- [Information given]
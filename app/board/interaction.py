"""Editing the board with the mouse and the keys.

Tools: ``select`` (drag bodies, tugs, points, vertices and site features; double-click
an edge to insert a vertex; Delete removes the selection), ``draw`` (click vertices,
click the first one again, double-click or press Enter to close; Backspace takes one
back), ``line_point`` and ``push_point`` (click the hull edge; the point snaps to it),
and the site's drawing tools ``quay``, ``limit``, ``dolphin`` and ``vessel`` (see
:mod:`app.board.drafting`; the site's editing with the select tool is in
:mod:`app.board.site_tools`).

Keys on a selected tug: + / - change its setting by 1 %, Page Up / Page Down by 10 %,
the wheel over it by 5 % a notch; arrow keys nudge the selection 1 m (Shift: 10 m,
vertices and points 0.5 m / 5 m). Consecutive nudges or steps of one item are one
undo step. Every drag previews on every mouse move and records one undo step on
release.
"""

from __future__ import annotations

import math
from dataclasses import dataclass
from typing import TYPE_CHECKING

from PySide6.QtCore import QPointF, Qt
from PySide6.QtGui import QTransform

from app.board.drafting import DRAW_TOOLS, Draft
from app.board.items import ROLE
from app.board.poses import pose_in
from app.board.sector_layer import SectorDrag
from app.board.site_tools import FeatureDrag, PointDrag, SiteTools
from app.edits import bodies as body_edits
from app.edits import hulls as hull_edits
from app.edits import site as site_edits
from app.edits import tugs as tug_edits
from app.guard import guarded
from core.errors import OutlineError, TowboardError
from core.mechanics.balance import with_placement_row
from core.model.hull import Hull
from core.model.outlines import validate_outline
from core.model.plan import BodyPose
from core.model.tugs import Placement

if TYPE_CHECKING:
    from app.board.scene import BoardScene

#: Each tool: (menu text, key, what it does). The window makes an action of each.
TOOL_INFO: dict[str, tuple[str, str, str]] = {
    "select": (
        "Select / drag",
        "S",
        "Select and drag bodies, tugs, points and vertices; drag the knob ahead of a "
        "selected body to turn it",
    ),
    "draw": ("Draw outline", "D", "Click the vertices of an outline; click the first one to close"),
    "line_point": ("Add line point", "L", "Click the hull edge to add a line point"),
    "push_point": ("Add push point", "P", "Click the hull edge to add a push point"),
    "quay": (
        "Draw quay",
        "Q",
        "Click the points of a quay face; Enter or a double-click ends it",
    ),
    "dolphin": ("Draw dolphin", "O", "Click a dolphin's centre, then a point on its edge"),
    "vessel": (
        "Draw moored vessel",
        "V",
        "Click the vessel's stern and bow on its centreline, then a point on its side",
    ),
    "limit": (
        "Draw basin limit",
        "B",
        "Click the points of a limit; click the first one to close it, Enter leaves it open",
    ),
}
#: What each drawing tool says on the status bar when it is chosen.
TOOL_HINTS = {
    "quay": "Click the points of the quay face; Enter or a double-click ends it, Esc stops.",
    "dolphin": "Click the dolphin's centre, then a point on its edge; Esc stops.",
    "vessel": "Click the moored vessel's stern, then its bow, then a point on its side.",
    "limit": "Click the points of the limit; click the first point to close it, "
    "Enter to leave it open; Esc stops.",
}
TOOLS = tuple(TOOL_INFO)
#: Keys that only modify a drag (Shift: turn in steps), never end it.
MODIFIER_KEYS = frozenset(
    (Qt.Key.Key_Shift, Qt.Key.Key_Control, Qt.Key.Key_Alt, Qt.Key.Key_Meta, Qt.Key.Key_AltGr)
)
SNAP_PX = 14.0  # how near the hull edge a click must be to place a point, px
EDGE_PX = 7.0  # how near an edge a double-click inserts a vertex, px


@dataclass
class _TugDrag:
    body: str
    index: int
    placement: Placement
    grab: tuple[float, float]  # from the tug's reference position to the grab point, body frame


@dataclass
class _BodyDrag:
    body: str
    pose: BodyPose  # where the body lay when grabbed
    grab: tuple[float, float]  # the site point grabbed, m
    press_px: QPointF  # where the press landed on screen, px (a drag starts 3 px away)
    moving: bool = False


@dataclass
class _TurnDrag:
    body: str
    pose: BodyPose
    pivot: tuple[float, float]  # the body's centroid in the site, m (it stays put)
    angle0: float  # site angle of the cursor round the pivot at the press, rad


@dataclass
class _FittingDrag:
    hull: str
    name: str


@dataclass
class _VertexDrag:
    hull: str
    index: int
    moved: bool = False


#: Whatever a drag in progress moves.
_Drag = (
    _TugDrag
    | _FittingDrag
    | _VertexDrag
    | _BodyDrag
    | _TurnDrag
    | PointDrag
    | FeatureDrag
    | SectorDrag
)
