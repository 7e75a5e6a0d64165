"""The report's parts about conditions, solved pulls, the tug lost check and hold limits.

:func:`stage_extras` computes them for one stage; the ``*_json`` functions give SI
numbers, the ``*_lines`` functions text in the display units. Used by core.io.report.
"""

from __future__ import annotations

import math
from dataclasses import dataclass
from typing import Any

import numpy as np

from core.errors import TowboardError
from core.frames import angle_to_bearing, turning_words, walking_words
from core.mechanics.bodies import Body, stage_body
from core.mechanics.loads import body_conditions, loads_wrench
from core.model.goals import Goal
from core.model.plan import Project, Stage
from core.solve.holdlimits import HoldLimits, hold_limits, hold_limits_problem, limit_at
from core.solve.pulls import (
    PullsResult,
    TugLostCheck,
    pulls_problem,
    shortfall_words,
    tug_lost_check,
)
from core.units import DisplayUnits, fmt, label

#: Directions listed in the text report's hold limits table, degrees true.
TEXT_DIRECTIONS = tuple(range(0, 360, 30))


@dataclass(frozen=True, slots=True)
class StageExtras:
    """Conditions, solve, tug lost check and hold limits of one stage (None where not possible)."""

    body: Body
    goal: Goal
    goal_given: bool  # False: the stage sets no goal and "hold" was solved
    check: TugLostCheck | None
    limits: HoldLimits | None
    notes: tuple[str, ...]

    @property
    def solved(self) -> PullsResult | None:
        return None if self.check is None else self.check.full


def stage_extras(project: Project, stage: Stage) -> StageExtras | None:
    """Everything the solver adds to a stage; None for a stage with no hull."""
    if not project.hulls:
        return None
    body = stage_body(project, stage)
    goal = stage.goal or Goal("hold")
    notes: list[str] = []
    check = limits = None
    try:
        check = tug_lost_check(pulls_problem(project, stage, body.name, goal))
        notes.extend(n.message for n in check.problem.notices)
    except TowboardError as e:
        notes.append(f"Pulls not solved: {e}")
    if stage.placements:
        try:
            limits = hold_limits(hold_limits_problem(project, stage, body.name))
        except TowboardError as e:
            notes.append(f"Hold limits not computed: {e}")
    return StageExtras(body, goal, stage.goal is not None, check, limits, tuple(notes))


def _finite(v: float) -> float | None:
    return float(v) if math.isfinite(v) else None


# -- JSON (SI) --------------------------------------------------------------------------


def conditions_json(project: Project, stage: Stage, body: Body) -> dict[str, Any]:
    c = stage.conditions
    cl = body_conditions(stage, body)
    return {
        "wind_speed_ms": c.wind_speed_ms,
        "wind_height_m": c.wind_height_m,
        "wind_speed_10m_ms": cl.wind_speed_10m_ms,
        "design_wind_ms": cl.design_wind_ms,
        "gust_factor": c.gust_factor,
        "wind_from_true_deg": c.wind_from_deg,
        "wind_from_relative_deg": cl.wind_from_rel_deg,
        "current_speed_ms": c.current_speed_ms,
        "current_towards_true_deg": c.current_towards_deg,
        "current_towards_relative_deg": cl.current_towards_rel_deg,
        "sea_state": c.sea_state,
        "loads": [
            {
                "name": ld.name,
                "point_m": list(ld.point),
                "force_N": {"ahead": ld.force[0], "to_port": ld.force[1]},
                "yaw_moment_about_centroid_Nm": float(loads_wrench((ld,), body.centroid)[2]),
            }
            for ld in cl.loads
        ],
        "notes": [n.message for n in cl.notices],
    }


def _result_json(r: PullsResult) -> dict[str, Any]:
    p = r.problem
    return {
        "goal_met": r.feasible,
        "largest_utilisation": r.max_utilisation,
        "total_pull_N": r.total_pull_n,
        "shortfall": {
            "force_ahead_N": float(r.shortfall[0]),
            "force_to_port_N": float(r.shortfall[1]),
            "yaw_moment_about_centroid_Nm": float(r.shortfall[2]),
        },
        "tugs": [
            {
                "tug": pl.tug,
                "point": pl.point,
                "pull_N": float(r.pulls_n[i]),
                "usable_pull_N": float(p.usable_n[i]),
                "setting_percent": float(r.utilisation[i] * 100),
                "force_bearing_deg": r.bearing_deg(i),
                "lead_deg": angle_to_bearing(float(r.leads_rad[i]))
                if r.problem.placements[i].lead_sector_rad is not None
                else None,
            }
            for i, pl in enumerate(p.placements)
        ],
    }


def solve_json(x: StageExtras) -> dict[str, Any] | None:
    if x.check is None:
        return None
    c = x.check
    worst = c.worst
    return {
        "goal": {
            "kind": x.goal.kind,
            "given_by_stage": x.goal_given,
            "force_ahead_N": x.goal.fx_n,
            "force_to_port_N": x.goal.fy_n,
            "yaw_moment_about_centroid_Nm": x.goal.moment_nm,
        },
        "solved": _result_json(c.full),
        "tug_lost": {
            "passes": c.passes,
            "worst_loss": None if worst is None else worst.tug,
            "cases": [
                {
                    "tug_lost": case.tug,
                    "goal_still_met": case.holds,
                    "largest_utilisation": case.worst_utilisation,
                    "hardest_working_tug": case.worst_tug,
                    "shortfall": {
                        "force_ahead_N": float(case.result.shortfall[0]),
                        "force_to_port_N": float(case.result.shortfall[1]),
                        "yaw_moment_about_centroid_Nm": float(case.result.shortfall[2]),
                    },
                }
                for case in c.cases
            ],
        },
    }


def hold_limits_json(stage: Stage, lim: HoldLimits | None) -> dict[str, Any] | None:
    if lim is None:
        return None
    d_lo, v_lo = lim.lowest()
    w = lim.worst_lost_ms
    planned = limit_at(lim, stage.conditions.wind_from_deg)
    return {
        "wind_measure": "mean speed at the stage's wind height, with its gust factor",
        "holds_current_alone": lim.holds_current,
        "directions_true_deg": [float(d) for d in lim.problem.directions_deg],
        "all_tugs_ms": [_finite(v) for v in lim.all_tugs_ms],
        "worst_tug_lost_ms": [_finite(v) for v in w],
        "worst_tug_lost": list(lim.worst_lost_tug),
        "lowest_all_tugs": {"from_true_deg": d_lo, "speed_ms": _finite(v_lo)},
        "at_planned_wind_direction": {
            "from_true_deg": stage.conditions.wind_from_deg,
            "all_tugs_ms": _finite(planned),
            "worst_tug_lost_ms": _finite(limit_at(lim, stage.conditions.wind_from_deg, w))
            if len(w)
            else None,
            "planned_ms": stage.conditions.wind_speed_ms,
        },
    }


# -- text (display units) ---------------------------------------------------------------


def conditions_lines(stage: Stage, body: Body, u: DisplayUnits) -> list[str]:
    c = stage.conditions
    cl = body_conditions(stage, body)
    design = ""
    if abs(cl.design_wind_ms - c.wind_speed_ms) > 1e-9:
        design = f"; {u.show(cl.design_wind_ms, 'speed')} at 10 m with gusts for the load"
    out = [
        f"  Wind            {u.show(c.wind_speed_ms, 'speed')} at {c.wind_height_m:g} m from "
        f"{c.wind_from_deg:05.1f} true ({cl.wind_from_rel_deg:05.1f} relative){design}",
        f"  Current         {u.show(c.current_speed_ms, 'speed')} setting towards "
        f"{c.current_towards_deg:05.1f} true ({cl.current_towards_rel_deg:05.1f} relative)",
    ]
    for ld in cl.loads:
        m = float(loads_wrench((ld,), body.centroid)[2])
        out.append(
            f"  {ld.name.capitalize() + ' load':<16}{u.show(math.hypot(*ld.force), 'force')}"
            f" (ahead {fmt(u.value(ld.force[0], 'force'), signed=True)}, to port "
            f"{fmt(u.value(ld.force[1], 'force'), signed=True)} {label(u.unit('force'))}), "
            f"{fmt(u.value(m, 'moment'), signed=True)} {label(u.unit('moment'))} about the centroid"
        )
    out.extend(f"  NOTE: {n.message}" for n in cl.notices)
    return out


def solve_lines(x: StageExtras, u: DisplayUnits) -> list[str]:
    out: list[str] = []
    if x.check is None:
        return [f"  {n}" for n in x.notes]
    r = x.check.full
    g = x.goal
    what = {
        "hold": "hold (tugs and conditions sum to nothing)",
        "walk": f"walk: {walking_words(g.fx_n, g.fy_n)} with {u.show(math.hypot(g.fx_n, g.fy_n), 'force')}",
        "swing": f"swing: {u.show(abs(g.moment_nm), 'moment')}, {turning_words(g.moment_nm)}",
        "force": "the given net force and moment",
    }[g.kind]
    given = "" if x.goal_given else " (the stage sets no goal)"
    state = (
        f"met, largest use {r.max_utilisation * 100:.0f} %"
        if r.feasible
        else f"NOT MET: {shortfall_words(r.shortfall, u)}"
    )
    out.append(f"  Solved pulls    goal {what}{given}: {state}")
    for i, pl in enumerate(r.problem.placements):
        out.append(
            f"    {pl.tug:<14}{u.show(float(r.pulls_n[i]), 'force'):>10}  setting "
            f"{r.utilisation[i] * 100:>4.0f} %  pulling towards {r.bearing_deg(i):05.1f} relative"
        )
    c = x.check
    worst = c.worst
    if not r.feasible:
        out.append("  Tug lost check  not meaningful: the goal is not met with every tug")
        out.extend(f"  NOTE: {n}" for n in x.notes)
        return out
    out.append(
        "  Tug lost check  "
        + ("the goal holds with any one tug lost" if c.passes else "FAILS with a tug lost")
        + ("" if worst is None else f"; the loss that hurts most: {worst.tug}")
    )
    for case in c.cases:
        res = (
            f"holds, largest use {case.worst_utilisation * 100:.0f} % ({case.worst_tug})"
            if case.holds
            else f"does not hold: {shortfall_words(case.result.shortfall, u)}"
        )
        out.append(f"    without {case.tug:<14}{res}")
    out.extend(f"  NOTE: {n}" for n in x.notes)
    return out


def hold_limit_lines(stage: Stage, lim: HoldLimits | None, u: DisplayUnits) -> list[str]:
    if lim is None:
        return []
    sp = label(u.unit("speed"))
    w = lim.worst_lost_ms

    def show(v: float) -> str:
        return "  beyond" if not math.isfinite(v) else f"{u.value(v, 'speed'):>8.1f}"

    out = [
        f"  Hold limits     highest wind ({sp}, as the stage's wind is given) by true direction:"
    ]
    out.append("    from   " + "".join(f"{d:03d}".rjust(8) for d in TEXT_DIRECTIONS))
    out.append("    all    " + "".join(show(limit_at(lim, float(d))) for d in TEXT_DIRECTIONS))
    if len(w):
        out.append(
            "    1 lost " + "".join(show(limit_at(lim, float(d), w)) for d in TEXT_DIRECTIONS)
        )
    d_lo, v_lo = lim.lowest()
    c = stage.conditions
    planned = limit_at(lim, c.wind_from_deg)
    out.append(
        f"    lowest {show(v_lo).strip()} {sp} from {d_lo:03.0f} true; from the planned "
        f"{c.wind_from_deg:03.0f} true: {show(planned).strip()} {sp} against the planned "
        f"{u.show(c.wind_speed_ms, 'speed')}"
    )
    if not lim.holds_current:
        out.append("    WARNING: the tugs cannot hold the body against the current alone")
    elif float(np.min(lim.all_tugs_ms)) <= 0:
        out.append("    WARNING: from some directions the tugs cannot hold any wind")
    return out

- [What you need to do]
The task calls for all lines in the entries that hold "StageExtras".

- [Task answer]
class StageExtras:
def stage_extras(project: Project, stage: Stage) -> StageExtras | None:
    return StageExtras(body, goal, stage.goal is not None, check, limits, tuple(notes))
def solve_json(x: StageExtras) -> dict[str, Any] | None:
def solve_lines(x: StageExtras, u: DisplayUnits) -> list[str]:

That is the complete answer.